[Collected data entries]
[Start of section]

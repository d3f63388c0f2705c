//! The molecule: constitution and stereo marks as drawn.

use petgraph::graph::{NodeIndex, UnGraph};

use crate::{Atom, BondOrder, DrawnCoordination, DrawnStereo, Element, Formula, StereoGroup};

/// A molecule, or several components that one record holds, as drawn.
///
/// Atoms are numbered from 0 in input order. Hydrogens are either counted on their atom or atoms of
/// their own, as the record had them; nothing that decides identity depends on which. Bond orders
/// are those of one valence structure; aromatic symbols have been resolved by the builder.
/// Immutable once built.
///
/// # Examples
/// ```
/// use molkin_graph::{Atom, BondOrder, Element, MoleculeBuilder};
///
/// let mut builder = MoleculeBuilder::new();
/// let carbon = builder.add_atom(Atom { hydrogens: 3, ..Atom::new(Element::CARBON) });
/// let oxygen = builder.add_atom(Atom { hydrogens: 1, ..Atom::new(Element::OXYGEN) });
/// builder.add_bond(carbon, oxygen, BondOrder::Single)?;
/// let methanol = builder.build()?;
/// assert_eq!(methanol.formula().to_string(), "CH4O");
/// # Ok::<(), molkin_graph::BuildError>(())
/// ```
#[derive(Debug, Clone, Default)]
pub struct Molecule {
    pub(crate) graph: UnGraph<Atom, BondOrder, u32>,
    /// Per bond: in a ring. Found once, by the builder, for Kekulé structures and for all later work.
    pub(crate) ring: Vec<bool>,
    pub(crate) stereo: Vec<DrawnStereo>,
    pub(crate) coordination: Vec<DrawnCoordination>,
    pub(crate) groups: Vec<StereoGroup>,
    pub(crate) remembered: Vec<DrawnStereo>,
    /// For each number of the record that belongs to no atom, how many atoms come before it.
    pub(crate) skipped: Vec<u32>,
}

impl Molecule {
    /// The number of atoms, hydrogens that are atoms of their own included.
    pub fn atom_count(&self) -> usize {
        self.graph.node_count()
    }

    /// The atom with this index, if there is one.
    pub fn atom(&self, index: u32) -> Option<&Atom> {
        self.graph.node_weight(NodeIndex::new(index as usize))
    }

    /// The number of an atom in its record, from 1: the index and one, and one more for each number
    /// before it that the record gives to something that is no atom.
    ///
    /// # Examples
    /// ```
    /// use molkin_graph::{Atom, Element, MoleculeBuilder};
    ///
    /// let mut builder = MoleculeBuilder::new();
    /// let first = builder.add_atom(Atom::new(Element::IRON));
    /// builder.skip_number();
    /// let second = builder.add_atom(Atom::new(Element::CARBON));
    /// let molecule = builder.build()?;
    /// assert_eq!([first, second].map(|atom| molecule.number(atom)), [1, 3]);
    /// # Ok::<(), molkin_graph::BuildError>(())
    /// ```
    pub fn number(&self, index: u32) -> u32 {
        let before = self.skipped.partition_point(|&atoms| atoms <= index);
        index.saturating_add(1).saturating_add(before as u32)
    }

    /// All atoms in input order.
    pub fn atoms(&self) -> impl ExactSizeIterator<Item = &Atom> {
        self.graph.raw_nodes().iter().map(|node| &node.weight)
    }

    /// All bonds in input order: the two atoms and the drawn order.
    pub fn bonds(&self) -> impl ExactSizeIterator<Item = (u32, u32, BondOrder)> {
        self.graph.raw_edges().iter().map(|edge| {
            (
                edge.source().index() as u32,
                edge.target().index() as u32,
                edge.weight,
            )
        })
    }

    /// The atoms bonded to an atom, with the drawn bond orders; empty for an index out of range.
    pub fn neighbours(&self, index: u32) -> impl Iterator<Item = (u32, BondOrder)> {
        use petgraph::visit::EdgeRef;
        let here = NodeIndex::new(index as usize);
        self.graph.edges(here).map(move |edge| {
            let other = if edge.source() == here {
                edge.target()
            } else {
                edge.source()
            };
            (other.index() as u32, *edge.weight())
        })
    }

    /// The stereo marks as drawn.
    pub fn drawn_stereo(&self) -> &[DrawnStereo] {
        &self.stereo
    }

    /// Centres that are not tetrahedral, with the arrangement that the record gives.
    pub fn drawn_coordination(&self) -> &[DrawnCoordination] {
        &self.coordination
    }

    /// Marks of places that a revision has erased. A record has none. They count for identity and are
    /// never written: two molecules that differ in them alone are different.
    pub fn remembered_stereo(&self) -> &[DrawnStereo] {
        &self.remembered
    }

    /// Groups of stereo elements whose marks are meant relative to each other.
    pub fn stereo_groups(&self) -> &[StereoGroup] {
        &self.groups
    }

    /// The graph itself, for callers who run other graph algorithms on it.
    pub fn graph(&self) -> &UnGraph<Atom, BondOrder, u32> {
        &self.graph
    }

    /// The molecular formula, hydrogens that are only counted included.
    pub fn formula(&self) -> Formula {
        let mut formula = Formula::default();
        self.formula_into(&mut formula);
        formula
    }

    /// As [`Molecule::formula`], in place of a formula whose memory is reused.
    pub fn formula_into(&self, formula: &mut Formula) {
        let heavy = self.atoms().map(|atom| (atom.element, 1));
        let hydrogens = self
            .atoms()
            .map(|atom| (Element::HYDROGEN, u32::from(atom.hydrogens)));
        formula.refill(heavy.chain(hydrogens), self.charge());
    }

    /// The net charge.
    pub fn charge(&self) -> i32 {
        self.atoms().map(|atom| i32::from(atom.charge)).sum()
    }
}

[End of section]

## EXERCISE DIRECTIONS
Filter the entries above and copy only the lines that hold "each".

## ANSWER SECTION
    /// For each number of the record that belongs to no atom, how many atoms come before it.
    /// The number of an atom in its record, from 1: the index and one, and one more for each number
    /// Groups of stereo elements whose marks are meant relative to each other.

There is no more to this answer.